The matter in dispute was that the deceased had executed a codicil to his will, a few days before death, excusing wife number two from the charge.  Not only did this make a mess of some highly effective IHT planning, but of course wife 2 contested it on non compos mentis and undue influence grounds.  The case was a mess; if it had gone to court, the outcome was quite unpredictable, except for costs, which would have been huge.

At the mediation we were able to arrange for wife 2 to pay a modest sum to wife 4 to release the charge, and wife 2 was able to have her equity release.  Thus both parties’ true needs were met, at a cost of perhaps £3,000 compared with £300,000 (each side!) for a High Court action.
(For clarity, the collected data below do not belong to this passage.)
FILES: dict[str, Callable[[], bytes | str]] = {
    # STL that cannot be read
    "empty.stl": lambda: b"",
    "too_short.stl": lambda: b"\x00" * 40,
    "text_renamed.stl": lambda: "Belly weight, second try. Ask about the mould on Friday.\n" * 3,
    "picture_renamed.stl": lambda: b"\x89PNG\r\n\x1a\n" + bytes(range(256)),
    "no_faces.stl": lambda: binary([]),
    "no_faces_ascii.stl": lambda: "solid nothing\nendsolid nothing\n",
    "cut_inside_a_face.stl": lambda: binary(box())[:-120],
    "cut_between_faces.stl": lambda: binary(box())[:-100],
    "four_billion.stl": lambda: binary([], count=4_000_000_000),
    "more_than_counted.stl": lambda: binary(box(), count=6),
    "solid_but_binary_cut.stl": lambda: binary(box(), header=b"solid box")[:-100],
    "not_a_number.stl": lambda: binary(with_corner(box(), 4, (math.nan, 0.0, 0.0))),
    "infinite_ascii.stl": lambda: edited(ascii_stl(box()), 18, "      vertex inf 0 0"),
    "ascii_cut.stl": lambda: ascii_stl(box())[:700],
    "ascii_no_end.stl": lambda: ascii_stl(box()).replace("endsolid box\n", ""),
    "ascii_decimal_comma.stl": lambda: edited(ascii_stl(box()), 11, "      vertex 0,5 10 0"),
    "ascii_four_corners.stl": lambda: edited(ascii_stl(box()), 6, "      vertex 40 10 0\n      vertex 40 0 0"),
    "ascii_end_inside_a_facet.stl": lambda: edited("\n".join(ascii_stl(box()).split("\n")[:82]), 82, "endsolid box"),
    "all_collapsed.stl": lambda: binary([((1.0, 1.0, 1.0),) * 3] * 4),
    # STL that is odd, and read
    "solid_but_binary.stl": lambda: binary(box(), header=b"solid box"),
    "trailing_bytes.stl": lambda: binary(box()) + b"\x00" * 7,
    "two_solids.stl": lambda: ascii_stl(box(), "front") + ascii_stl(box((50.0, 0.0, 0.0)), "rear"),
    "blank_lines_at_end.stl": lambda: "\n" + ascii_stl(box()).replace("\n", "\r\n") + "\r\n\r\n\r\n",
    "collapsed.stl": lambda: binary(revolved()),
    # OBJ that cannot be read
    "no_faces.obj": lambda: box_obj([]),
    "text_renamed.obj": lambda: "Belly weight, second try.\n",
    "binary_renamed.obj": lambda: binary(box()),
    "index_zero.obj": lambda: edited(box_obj(), 12, "f 0 3 7 8 4"),
    "index_beyond.obj": lambda: edited(box_obj(), 12, "f 3 7 9 4"),
    "index_back_beyond.obj": lambda: edited(box_obj(), 12, "f 3 7 -9 4"),
    "two_corners.obj": lambda: edited(box_obj(), 12, "f 3 7"),
    "word_for_index.obj": lambda: edited(box_obj(), 12, "f 3 7 eight 4"),
    "two_coordinates.obj": lambda: edited(box_obj(), 3, "v 0 10"),
    "decimal_comma.obj": lambda: edited(box_obj(), 3, "v 0 10,5 0"),
    "not_a_number.obj": lambda: edited(box_obj(), 3, "v 0 nan 0"),
    "free_form.obj": lambda: "v 0 0 0\nv 1 0 0\ncstype bezier\ndeg 1 1\nsurf 0 1 0 1 1 2 1 2\nend\n",
    # OBJ that is odd, and read
    "concave.obj": lambda: prism(L_SHAPE, 10.0),
    "missing_material.obj": lambda: "mtllib nowhere.mtl\nusemtl paint\n" + box_obj(),
    "groups_and_negative.obj": lambda: (
        "o front\ng skin\n"
        + box_obj([])
        + "f -8 -6 -5 -7\nf -4 -3 -1 -2\nf -8 -7 -3 -4\nf -6 -2 -1 -5\nf -8 -4 -2 -6\n"
        "f -7 -5 -1 -3\no rear\ng other\n"
        + obj([(60.0, 0.0, 0.0), (70.0, 0.0, 0.0), (60.0, 9.0, 0.0), (60.0, 0.0, 5.0)], [])
        + "f -4 -2 -3\nf -4 -3 -1\nf -3 -2 -1\nf -4 -1 -2\n"
    ),
    "bent.obj": lambda: edited(box_obj(), 8, "v 40 10 18"),
    "crossing.obj": lambda: edited(box_obj(), 9, "f 1 3 2 4"),
    "unknown_lines.obj": lambda: "cutter 5\n" + box_obj() + "cutter 6\n",
    # Read without a word; what is wrong is the surface
    "open_box.stl": lambda: binary(box()[:-2]),
    "mixed_winding.stl": lambda: binary(turned(box()[:3]) + box()[3:]),
    "inside_out.stl": lambda: binary(turned(box())),
    "duplicate_face.stl": lambda: binary([*box(), box()[0]]),
    "needle_face.stl": lambda: binary([*box(), ((0.0, 0.0, 0.0), (20.0, 0.0, 0.0), (40.0, 0.0, 0.0))]),
    "shared_edge.stl": lambda: binary(box() + box((40.0, 10.0, 0.0))),
    "shells_apart.stl": lambda: binary(box() + box((60.0, 0.0, 0.0))),
    "shells_overlapping.stl": lambda: binary(box() + box((30.0, 2.0, 2.0), (20.0, 6.0, 6.0))),
    "cavity.stl": lambda: binary(box() + turned(box((10.0, 3.0, 4.0), (20.0, 4.0, 8.0)))),
    "in_metres.stl": lambda: binary(box(size=(0.04, 0.01, 0.016))),
    "in_inches.stl": lambda: binary(box(size=(3.94, 0.6, 0.8))),
    "half_body.stl": lambda: binary(half()),
    "small_hole.stl": lambda: binary([*box(), *ball((60.0, 5.0, 8.0), 6.0)[1:]]),
    "cracked.obj": lambda: loose_obj(moved_corner(box(), (40.0, 10.0, 16.0), (40.0005, 10.0, 16.0), 2)),
    "balls.stl": lambda: binary([f for k in range(3) for f in ball((8.0 * k, 0.0, 0.0), 3.0)]),
    "crossing_itself.stl": lambda: binary(bent_over()),
    "coarse.stl": lambda: binary(ball((0.0, 0.0, 0.0), 20.0, 1)),
    "denormal.obj": lambda: edited(box_obj(), 1, "v 0 0 5e-324"),
    "far_off.stl": lambda: binary(ball((1e6, 0.0, 0.0), 10.0)),
    "far_off_rounded.obj": lambda: box_obj().replace("v 40 ", "v 1000040 ").replace("v 0 ", "v 1000000 "),
    # Numbers beyond what a bait can be
    "far_out.stl": lambda: binary(with_corner(box(), 4, (1e30, 0.0, 0.0))),
    "far_out.obj": lambda: edited(box_obj(), 3, "v 0 1e300 0"),
    "nowhere_large.obj": lambda: box_obj().replace("40", "4e-12").replace("10", "1e-12").replace("16", "2e-12"),
    "grouped_digits.obj": lambda: edited(box_obj(), 3, "v 0 1_0 0"),
    # 3MF
    "empty_package.3mf": lambda: b"PK\x05\x06" + b"\0" * 18,
    "text_renamed.3mf": lambda: "Belly weight, second try.\n",
    "cut.3mf": lambda: threemf("body", "body")[:-200],
    "flipped_byte.3mf": lambda: flipped(threemf("body", "body"), 0.4),
    "entities.3mf": lambda: threemf('<?xml version="1.0" encoding="UTF-8"?>', ENTITIES),
    "no_relations.3mf": lambda: SOUND["package"]("").replace(b"_rels/.rels", b"_rels/.real"),
    "index_beyond.3mf": lambda: threemf('v3="3"', 'v3="8"'),
    "index_negative.3mf": lambda: threemf('v3="3"', 'v3="-1"'),
    "index_huge.3mf": lambda: threemf('v3="3"', 'v3="99999999999999999999"'),
    "not_a_number.3mf": lambda: threemf('x="40"', 'x="nan"'),
    "decimal_comma.3mf": lambda: threemf('x="40"', 'x="40,5"'),
    "grouped_digits.3mf": lambda: threemf('x="40"', 'x="4_0"'),
    "unit_unknown.3mf": lambda: threemf("millimeter", "furlong"),
    "extension_needed.3mf": lambda: threemf(
        "<model ",
        '<model xmlns:b="http://schemas.microsoft.com/3dmanufacturing/beamlattice/2017/02" requiredextensions="b" ',
    ),
    "object_missing.3mf": lambda: threemf('<item objectid="1"', '<item objectid="7"'),
    "bad_transform.3mf": lambda: threemf('<item objectid="1"', '<item objectid="1" transform="1 0 0"'),
    "no_mesh.3mf": lambda: SOUND["package"](SOUND["model"](SOUND["object_"](1, "", "body"), SOUND["item"](1))),
    "not_xml.3mf": lambda: threemf("</resources>", "</ressources>"),
    "components_without_end.3mf": circular,
    "components_by_the_million.3mf": lambda: holders(9, 10),
    "part_outside.3mf": lambda: SOUND["linked"]("/../../secret.model"),
    # PLY
    "cloud.ply": lambda: SOUND["ply"]("ascii", faces=[]),
    "cut.ply": lambda: SOUND["ply"]("binary_little_endian")[:-9],
    "cut_ascii.ply": lambda: SOUND["ply"]("ascii")[:-20],
    "four_billion.ply": lambda: box_ply(b"element vertex 8", b"element vertex 4000000000", "binary_little_endian"),
    "four_billion_ascii.ply": lambda: box_ply(b"element face 6", b"element face 4000000000"),
    "long_face.ply": lambda: long_face(),
    "index_beyond.ply": lambda: box_ply(b"4 4 5 7 6", b"4 4 5 7 8"),
    "no_header_end.ply": lambda: box_ply(b"end_header", b"and_header"),
    "odd_header.ply": lambda: box_ply(b"property float y", b"property flaot y"),
    "no_z.ply": lambda: box_ply(b"property float z", b"property float w"),
    "text_renamed.ply": lambda: "Belly weight, second try.\n",
    # OFF
    "cut.off": lambda: SOUND["off"]()[:-20],
    "index_beyond.off": lambda: SOUND["off"]().replace("4 4 5 7 6", "4 4 5 7 8"),
    "four_dimensions.off": lambda: SOUND["off"]("4OFF"),
    "text_renamed.off": lambda: "Belly weight, second try.\n",
    "negative_count.off": lambda: SOUND["off"]().replace("8 6 12", "-8 6 12"),
    # GLB
    "cut.glb": lambda: box_glb()[:-40],
    "text_renamed.glb": lambda: "Belly weight, second try.\n",
    "not_json.glb": lambda: box_glb().replace(b'"asset"', b"'asset'"),
    "index_beyond.glb": lambda: box_glb().replace(SOUND["shorts"]([(0, 3, 1)]), SOUND["shorts"]([(0, 3, 9)])),
    "beyond_buffer.glb": lambda: box_glb().replace(b'"count": 36', b'"count": 99'),
    "other_file.glb": lambda: box_glb(buffers=[{"byteLength": 168, "uri": "../../secret.bin"}]),
    "compressed.glb": lambda: box_glb(extensionsRequired=["KHR_draco_mesh_compression"]),
    "nodes_without_end.glb": lambda: box_glb([{"children": [1]}, {"children": [2]}, {"children": [1], "mesh": 0}]),
    "no_mesh.glb": lambda: SOUND["glb"]({"asset": {"version": "2.0"}, "nodes": [{}]}, b""),
    # STEP
    "text_renamed.step": lambda: "Belly weight, second try.\n",
}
These brief examples show that mediation can achieve much more than court action: speed, certainty, modest cost, and a meeting of the true needs of the parties.

So why should we mediate?

  • Because the era of clients with high principles and deep pockets is over.
  • Because judges will urge you to: CPR 1.4(2) requires the Court to actively manage cases, including (e) encouraging and facilitating ADR.
  • Because it is a relatively quick, relatively cheap way of resolving disputes, totally confidential, where the parties are in charge, and where their legal rights are unaffected should mediation fail.
  • Because per Halsey, the onus is on the party refusing to mediate to justify to the costs judge why that refusal was reasonable.  Adverse costs orders can be very expensive!
  • Because it achieves finality; a bird in the hand is worth…
  • Because litigation destroys family relationships, whereas mediation could rebuild them.

When should mediation be proposed?

 “The trick in many cases is to identify the happy medium: the point when the detail of the claim and the response are known to both sides, but before the costs that have been incurred in reaching that state are so great that a settlement is no longer possible.” Nigel Witham Ltd –v- Smith & Isaacs [2008] EWHC 12 (TCC).

But why should I be the one to invite mediation?

  • Because it is not a sign of weakness.
  • Because it is a useful tactic to prevent an adverse costs order.
  • Because in 70%+ of cases it results in settlement, even between unwilling parties.
  • Because the parties can agree solutions which a court could never impose.

So where do I find a good mediator?

  • Your own past experience.
  • Recommendations of colleagues.
  • My website at www.chrismakin.co.uk.

It is clear that I am an enthusiast for mediation, but perhaps the response of clients who have experienced it may be a more valid test.  So let me quote from the evaluation form completed by a party at the end of one of my recent mediations:

“All disputes should if possible be settled this way – Great Mediator!”